叶芜菁和县丞伸长脖子去看,只见黯然失色的钗环簪花散落一地,显然不是什么贵重物。
荀子卿瞧了瞧这些寻常女儿家物品,再看了眼呆立的梁丝桐,竟有些明白过来:“梁姑娘,这可是你的所有物?”
梁丝桐闻言,僵硬地点了点头:“这、这是我……及笄的发簪和几朵绢花……”
道长恍然,看着失魂落魄的梁丝桐,轻轻叹息道:
“原来老先生的至宝,是他的女儿。”
不是珍奇鸟兽,不是昂贵兵刃,更不是珠玉宝石,所谓琼英乃是如花似玉的小女儿。为保其安全,甚至不惜将她远嫁边陲,到遇袭身死也未能再见一面。
梁丝桐恍惚若梦,双手扔作抱住匣子的姿势,站着站着躺下一颗清泪。
“梁父送你远嫁、予你信函,可不是要你归来找这些。”苏槐序冷不防从旁出声,“眼下你们杀人纵火,你可逃不了干系。”
梁丝桐被这些字句戳着疼,咬牙切齿地擦干泪,转脸看他:“我夫君早亡,我又遭贼人掳掠,若非义士搭救、辗转入梅妃处,早已身首异处。百相斋散后,宫中之人死的死、逃的逃,留在那里的便给分归北军。我武功平平,如何能逃?苏槐序,你当我愿意待在那处么?还不是拜你所赐!”
她说着眼神闪烁,仿若刀剑架在万花的脖子上。
“哦?”苏万花轻挑眉眼,竟绕了半指长发,用轻松的口吻问,“如何拜我所赐?”
梁丝桐见他如此态度,怒极反笑,冷道:“你怕不是忘了?忘了沙镇,也忘了坞城?忘了你怎么害死那些人的吗?你为医不仁、戕害无辜,我夫君骆青也是为你所害。我是武功微末杀不了你,但若我助他们得了这径山财富,你说会如何?”.
“阿弥陀佛。”行知难掩心中骇然,宣了个清亮的佛号。
“等等……”荀子卿闻所未闻,忙推了推苏槐序的肩头,茫然道,“什么镇?阿澈?!”
苏槐序见他焦急,也收敛了戏谑神色,扣上他的手腕示意他稍安勿躁,接着反倒去看梁丝桐攥紧的双手。

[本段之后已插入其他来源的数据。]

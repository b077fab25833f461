package identify

import (
	"bufio"
	"fmt"
	"math"
	"os"
	"path/filepath"
	"regexp"
	"strconv"
	"strings"
	"testing"
)

// dual is a number with its derivatives by the parameters of a set, so that the
// Jacobians below are exact.
type dual struct {
	v float64
	d [9]float64
}

func con(v float64) dual { return dual{v: v} }

func lift(a dual, v, slope float64) dual {
	a.v = v
	for i := range a.d {
		a.d[i] *= slope
	}
	return a
}

func add(xs ...dual) dual {
	out := xs[0]
	for _, x := range xs[1:] {
		out.v += x.v
		for i := range out.d {
			out.d[i] += x.d[i]
		}
	}
	return out
}

func mul(xs ...dual) dual {
	out := xs[0]
	for _, x := range xs[1:] {
		for i := range out.d {
			out.d[i] = out.d[i]*x.v + out.v*x.d[i]
		}
		out.v *= x.v
	}
	return out
}

func neg(a dual) dual    { return lift(a, -a.v, -1) }
func sub(a, b dual) dual { return add(a, neg(b)) }
func inv(a dual) dual    { return lift(a, 1/a.v, -1/(a.v*a.v)) }
func quo(a, b dual) dual { return mul(a, inv(b)) }
func exp(a dual) dual    { e := math.Exp(a.v); return lift(a, e, e) }
func log(a dual) dual    { return lift(a, math.Log(a.v), 1/a.v) }
func sin(a dual) dual    { return lift(a, math.Sin(a.v), math.Cos(a.v)) }
func cos(a dual) dual    { return lift(a, math.Cos(a.v), -math.Sin(a.v)) }
func pow(a, b dual) dual { return exp(mul(b, log(a))) }
func sq(a dual) dual     { return mul(a, a) }
func arctan(a dual) dual { return lift(a, math.Atan(a.v), 1/(1+a.v*a.v)) }
func poly(x dual, c ...dual) dual { // c[0] + c[1]·x + …
	out := c[len(c)-1]
	for i := len(c) - 2; i >= 0; i-- {
		out = add(mul(out, x), c[i])
	}
	return out
}

type nistModel func(b []dual, x []dual) dual

func bell(a, m, w, x dual) dual { return mul(a, exp(neg(quo(sq(sub(x, m)), sq(w))))) }

func gauss(b, x []dual) dual {
	return add(mul(b[0], exp(neg(mul(b[1], x[0])))), bell(b[2], b[3], b[4], x[0]), bell(b[5], b[6], b[7], x[0]))
}

func lanczos(b, x []dual) dual {
	return add(mul(b[0], exp(neg(mul(b[1], x[0])))), mul(b[2], exp(neg(mul(b[3], x[0])))), mul(b[4], exp(neg(mul(b[5], x[0])))))
}

func chwirut(b, x []dual) dual { return quo(exp(neg(mul(b[0], x[0]))), add(b[1], mul(b[2], x[0]))) }

func saturating(b, x []dual) dual { return mul(b[0], sub(con(1), exp(neg(mul(b[1], x[0]))))) }

func cubics(b, x []dual) dual {
	return quo(poly(x[0], b[0], b[1], b[2], b[3]), poly(x[0], con(1), b[4], b[5], b[6]))
}

func wave(c, s, period, x dual) dual {
	a := quo(mul(con(2*math.Pi), x), period)
	return add(mul(c, cos(a)), mul(s, sin(a)))
}

// nistModels holds the models of the sets, as their files state them.
var nistModels = map[string]nistModel{
	"Chwirut1": chwirut, "Chwirut2": chwirut,
	"Gauss1": gauss, "Gauss2": gauss, "Gauss3": gauss,
	"Lanczos1": lanczos, "Lanczos2": lanczos, "Lanczos3": lanczos,
	"Misra1a": saturating, "BoxBOD": saturating,
	"Hahn1": cubics, "Thurber": cubics,
	"DanWood": func(b, x []dual) dual { return mul(b[0], pow(x[0], b[1])) },
	"Misra1b": func(b, x []dual) dual {
		return mul(b[0], sub(con(1), inv(sq(add(con(1), mul(con(0.5), b[1], x[0]))))))
	},
	"Misra1c": func(b, x []dual) dual {
		return mul(b[0], sub(con(1), pow(add(con(1), mul(con(2), b[1], x[0])), con(-0.5))))
	},
	"Misra1d": func(b, x []dual) dual { return quo(mul(b[0], b[1], x[0]), add(con(1), mul(b[1], x[0]))) },
	"Kirby2": func(b, x []dual) dual {
		return quo(poly(x[0], b[0], b[1], b[2]), poly(x[0], con(1), b[3], b[4]))
	},
	"MGH17": func(b, x []dual) dual {
		return add(b[0], mul(b[1], exp(neg(mul(x[0], b[3])))), mul(b[2], exp(neg(mul(x[0], b[4])))))
	},
	"Nelson": func(b, x []dual) dual {
		return sub(b[0], mul(b[1], x[0], exp(neg(mul(b[2], x[1])))))
	},
	"Roszman1": func(b, x []dual) dual {
		return sub(sub(b[0], mul(b[1], x[0])), mul(con(1/math.Pi), arctan(quo(b[2], sub(x[0], b[3])))))
	},
	"ENSO": func(b, x []dual) dual {
		return add(b[0], wave(b[1], b[2], con(12), x[0]), wave(b[4], b[5], b[3], x[0]), wave(b[7], b[8], b[6], x[0]))
	},
	"Bennett5": func(b, x []dual) dual { return mul(b[0], pow(add(b[1], x[0]), neg(inv(b[2])))) },
	"Eckerle4": func(b, x []dual) dual {
		return mul(quo(b[0], b[1]), exp(mul(con(-0.5), sq(quo(sub(x[0], b[2]), b[1])))))
	},
	"MGH09": func(b, x []dual) dual {
		return quo(mul(b[0], add(sq(x[0]), mul(x[0], b[1]))), add(sq(x[0]), mul(x[0], b[2]), b[3]))
	},
	"MGH10": func(b, x []dual) dual { return mul(b[0], exp(quo(b[1], add(x[0], b[2])))) },
	"Rat42": func(b, x []dual) dual { return quo(b[0], add(con(1), exp(sub(b[1], mul(b[2], x[0]))))) },
	"Rat43": func(b, x []dual) dual {
		return quo(b[0], pow(add(con(1), exp(sub(b[1], mul(b[2], x[0])))), inv(b[3])))
	},
}

// nistSet is one parsed file.
type nistSet struct {
	name      string
	starts    [2][]float64
	want, sd  []float64
	y         []float64
	x         [][]float64
	evaluated int
}

func (s *nistSet) Dim() int { return len(s.want) }

func (s *nistSet) Evaluate(params []float64, pt *Point) bool {
	s.evaluated++
	p := s.Dim()
	b := make([]dual, p)
	for i, v := range params {
		b[i].v = v
		b[i].d[i] = 1
	}
	jac, res := make([]float64, len(s.y)*p), make([]float64, len(s.y))
	for i := range s.y {
		var x []dual
		for _, v := range s.x[i] {
			x = append(x, con(v))
		}
		f := nistModels[s.name](b, x)
		if !finite(f.v) {
			return false
		}
		res[i] = f.v - s.y[i]
		for k := 0; k < p; k++ {
			if !finite(f.d[k]) {
				return false
			}
			jac[i*p+k] = f.d[k]
		}
	}
	Compress(jac, p, res, pt)
	return true
}

var nistDataLines = regexp.MustCompile(`Data\s+\(lines\s+(\d+)\s+to\s+(\d+)\)`)

func readNIST(t *testing.T, path string) *nistSet {
	t.Helper()
	f, err := os.Open(path)
	if err != nil {
		t.Fatal(err)
	}
	defer f.Close()
	s := &nistSet{name: strings.TrimSuffix(filepath.Base(path), ".dat")}
	first, last, line := 0, 0, 0
	num := func(w string) float64 {
		v, err := strconv.ParseFloat(w, 64)
		if err != nil {
			t.Fatalf("%s:%d: %v", path, line, err)
		}
		return v
	}
	for sc := bufio.NewScanner(f); sc.Scan(); {
		line++
		text := sc.Text()
		if m := nistDataLines.FindStringSubmatch(text); m != nil {
			first, last = int(num(m[1])), int(num(m[2]))
		}
		w := strings.Fields(strings.Replace(text, "=", " = ", 1))
		if line < 60 && len(w) == 6 && w[1] == "=" && w[0][0] == 'b' {
			s.starts[0] = append(s.starts[0], num(w[2]))
			s.starts[1] = append(s.starts[1], num(w[3]))
			s.want = append(s.want, num(w[4]))
			s.sd = append(s.sd, num(w[5]))
		}
		if first > 0 && line >= first && line <= last {
			y := num(w[0])
			if s.name == "Nelson" {
				y = math.Log(y)
			}
			s.y = append(s.y, y)
			var x []float64
			for _, v := range w[1:] {
				x = append(x, num(v))
			}
			s.x = append(s.x, x)
		}
	}
	if len(s.want) == 0 || len(s.y) <= len(s.want) {
		t.Fatalf("%s: %d parameters, %d rows read", path, len(s.want), len(s.y))
	}
	return s
}

// digits is the number of correct decimal digits, the worst of all entries.
func digits(got, want []float64) float64 {
	worst := 15.0
	for i := range want {
		e := math.Abs(got[i]-want[i]) / math.Abs(want[i])
		worst = math.Min(worst, -math.Log10(math.Max(e, 1e-15)))
	}
	return worst
}

// All 27 NIST sets, from both starts: certified values and standard deviations
// from https://www.itl.nist.gov/div898/strd/ (testdata/nist/PROVENANCE.md).
func TestSolverOnNISTSets(t *testing.T) {
	paths, _ := filepath.Glob("testdata/nist/*.dat")
	if len(paths) != 27 {
		t.Fatalf("%d sets found, want 27", len(paths))
	}
	for _, path := range paths {
		s := readNIST(t, path)
		for k, start := range s.starts {
			t.Run(fmt.Sprintf("%s/start%d", s.name, k+1), func(t *testing.T) {
				s.evaluated = 0
				sol, err := Solve(s, start, Settings{StepMax: 6000, CostTol: 1e-15, ParamTol: 1e-13, Thorough: true})
				if err != nil {
					t.Fatal(err)
				}
				p := s.Dim()
				cov := sol.Point.Covariance()
				sd := make([]float64, p)
				for i := range sd {
					sd[i] = math.Sqrt(cov[i*p+i] * sol.Point.Cost / float64(len(s.y)-p))
				}
				dp, ds := digits(sol.Params, s.want), digits(sd, s.sd)
				t.Logf("%d evaluations, parameters %.1f digits, sd %.1f digits", s.evaluated, dp, ds)
				need := 4.0
				if s.name == "Lanczos1" {
					need = 2
				}
				if dp < 6 {
					t.Errorf("parameters agree to %.1f digits, want 6: %g", dp, sol.Params)
				}
				if ds < need {
					t.Errorf("standard deviations agree to %.1f digits, want %g", ds, need)
				}
			})
		}
	}
}
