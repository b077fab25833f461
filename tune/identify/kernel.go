package identify

import "math"

// A kernel is the unit-gain response of one model structure to a drive, together
// with its exact derivatives. shape holds the structure's own nonlinear
// parameters; the dead time is not among them, since it only moves the point at
// which the response is looked at.
type kernel interface {
	// shapes is the number of nonlinear parameters without the dead time.
	shapes() int
	// frees is the number of columns that a free initial state adds.
	frees() int
	// prepare simulates the drive with the given shape, to be queried afterwards.
	prepare(d *drive, shape []float64, derivatives bool)
	// response fills value, its derivative by each shape parameter, and its time
	// derivative (nil where not wanted), at the queries; integral asks for the
	// integral of the response over time instead.
	response(d *drive, q *queries, integral bool, value []float64, byShape [][]float64, byTime []float64)
	// free fills the decay of the initial state k at times tau ≥ 0, and its
	// derivatives; integral asks for the integral over time.
	free(k int, tau []float64, integral bool, value []float64, byShape [][]float64)
}

// firstOrder is 1/(T·s + 1) with the one shape parameter ln T.
type firstOrder struct {
	tau    float64
	x, s   []float64 // state and its derivative by ln T at the knots
	before float64
}

func (k *firstOrder) shapes() int { return 1 }
func (k *firstOrder) frees() int  { return 1 }

func (k *firstOrder) prepare(d *drive, shape []float64, _ bool) {
	n := len(d.t)
	if len(k.x) != n {
		k.x, k.s = make([]float64, n), make([]float64, n)
	}
	k.tau = math.Exp(shape[0])
	k.before = d.before
	x, s := d.before, 0.0
	xs, ss, u := k.x, k.s[:n], d.u[:n]
	rate := d.h / k.tau
	e := math.Exp(-rate)
	de := e * rate
	for j := range xs {
		xs[j], ss[j] = x, s
		if !d.even && j+1 < n {
			rate = (d.t[j+1] - d.t[j]) / k.tau
			e = math.Exp(-rate)
			de = e * rate
		}
		dev := x - u[j]
		s = s*e + dev*de
		x = u[j] + dev*e
	}
}

func (k *firstOrder) response(d *drive, q *queries, integral bool, value []float64, byShape [][]float64, byTime []float64) {
	var byTau []float64
	if byShape != nil {
		byTau = byShape[0]
	}
	rate := q.off / k.tau
	e := math.Exp(-rate)
	if d.even && !integral && byTau != nil {
		k.fast(d, q.shift, e, rate, value, byTau, byTime)
		return
	}
	j, a := 0, q.off
	for i := range value {
		if d.even {
			j = i - q.shift
		} else {
			j, a = int(q.index[i]), q.offset[i]
		}
		z, zt, dz, iu := k.before, 0.0, 0.0, 0.0
		if j >= 0 {
			if !d.even {
				rate = a / k.tau
				e = math.Exp(-rate)
			}
			dev := (k.x[j] - d.u[j]) * e
			z = d.u[j] + dev
			dz = k.s[j]*e + dev*rate
			zt = -dev / k.tau
			iu = d.iu[j] + d.u[j]*a
		} else {
			if d.even {
				a = float64(j)*d.h + q.off
				iu, a = d.before*a, q.off
			} else {
				iu = d.before * a
			}
		}
		if integral {
			value[i] = iu - k.tau*z
			dz = -k.tau * (z + dz)
			zt = z
		} else {
			value[i] = z
		}
		if byTau != nil {
			byTau[i] = dz
		}
		if byTime != nil {
			byTime[i] = zt
		}
	}
}

// fast is response on even sampling, values with derivatives: no exponential
// and no branch inside the loop.
func (k *firstOrder) fast(d *drive, shift int, e, rate float64, value, byTau, byTime []float64) {
	lead := min(max(shift, 0), len(value))
	for i := 0; i < lead; i++ {
		value[i], byTau[i], byTime[i] = k.before, 0, 0
	}
	n := len(value) - lead
	x, s, u := k.x[lead-shift:][:n], k.s[lead-shift:][:n], d.u[lead-shift:][:n]
	v, bt, bd := value[lead:][:n], byTau[lead:][:n], byTime[lead:][:n]
	inv := -1 / k.tau
	for i := range v {
		dev := (x[i] - u[i]) * e
		v[i] = u[i] + dev
		bt[i] = s[i]*e + dev*rate
		bd[i] = dev * inv
	}
}

func (k *firstOrder) free(_ int, tau []float64, integral bool, value []float64, byShape [][]float64) {
	for i, at := range tau {
		rate := at / k.tau
		g := math.Exp(-rate)
		dg := g * rate
		if integral {
			g, dg = -k.tau*g, -g*(k.tau+at)
		}
		value[i] = g
		if byShape != nil {
			byShape[0][i] = dg
		}
	}
}

// integrating is 1/s without shape parameters. The free initial state is a
// constant.
type integrating struct{}

func (integrating) shapes() int { return 0 }
func (integrating) frees() int  { return 1 }

func (integrating) prepare(*drive, []float64, bool) {}

func (integrating) response(d *drive, q *queries, integral bool, value []float64, _ [][]float64, byTime []float64) {
	for i := range value {
		j, a := 0, q.off
		if d.even {
			if j = i - q.shift; j < 0 {
				a += float64(j) * d.h
			}
		} else {
			j, a = int(q.index[i]), q.offset[i]
		}
		u, iu, iiu := d.before, 0.0, 0.0
		if j >= 0 {
			u, iu, iiu = d.u[j], d.iu[j], d.iiu[j]
		}
		z := iu + u*a
		if integral {
			value[i] = iiu + a*(iu+0.5*u*a)
			u = z
		} else {
			value[i] = z
		}
		if byTime != nil {
			byTime[i] = u
		}
	}
}

func (integrating) free(_ int, tau []float64, integral bool, value []float64, _ [][]float64) {
	for i, at := range tau {
		value[i] = 1
		if integral {
			value[i] = at
		}
	}
}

“梁姑娘,你腕上戴的连环银镯一粗一细,是坞城匠人打造时缺材料所致。我在擂台见到时还有些不信这般巧,偏偏你说你姓“骆”。”
“什么……”梁丝桐怔了怔。
苏万花目不转睛盯着她的手腕处看了又看,双眸似缠了万般轻烟拢了全部情绪,缓缓对上她迟疑又忿恨的视线:
“这对镯子,是骆校尉托我带给信使、转交给你的。”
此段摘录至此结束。